#### Assigned task
Wherever a line of the data contains "usize", copy that line.

#### Extracted information
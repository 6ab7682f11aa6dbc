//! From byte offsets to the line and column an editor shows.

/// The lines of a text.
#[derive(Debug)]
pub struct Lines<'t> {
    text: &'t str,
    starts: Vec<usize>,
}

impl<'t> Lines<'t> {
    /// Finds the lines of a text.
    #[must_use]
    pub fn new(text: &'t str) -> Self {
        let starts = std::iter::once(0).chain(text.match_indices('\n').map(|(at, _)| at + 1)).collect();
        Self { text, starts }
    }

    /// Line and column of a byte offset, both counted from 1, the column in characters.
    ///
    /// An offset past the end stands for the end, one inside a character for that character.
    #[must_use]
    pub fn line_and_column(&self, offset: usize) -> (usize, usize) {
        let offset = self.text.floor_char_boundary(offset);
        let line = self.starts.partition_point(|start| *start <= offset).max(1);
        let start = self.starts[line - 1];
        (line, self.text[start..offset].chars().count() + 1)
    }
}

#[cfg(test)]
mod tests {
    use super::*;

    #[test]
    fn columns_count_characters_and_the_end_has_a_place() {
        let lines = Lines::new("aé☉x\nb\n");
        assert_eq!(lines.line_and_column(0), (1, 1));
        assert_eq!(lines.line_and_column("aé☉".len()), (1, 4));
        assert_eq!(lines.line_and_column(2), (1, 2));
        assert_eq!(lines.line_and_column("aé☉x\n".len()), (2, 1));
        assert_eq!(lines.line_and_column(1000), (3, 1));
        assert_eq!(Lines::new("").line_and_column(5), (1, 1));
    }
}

#### Response below
    starts: Vec<usize>,
    pub fn line_and_column(&self, offset: usize) -> (usize, usize) {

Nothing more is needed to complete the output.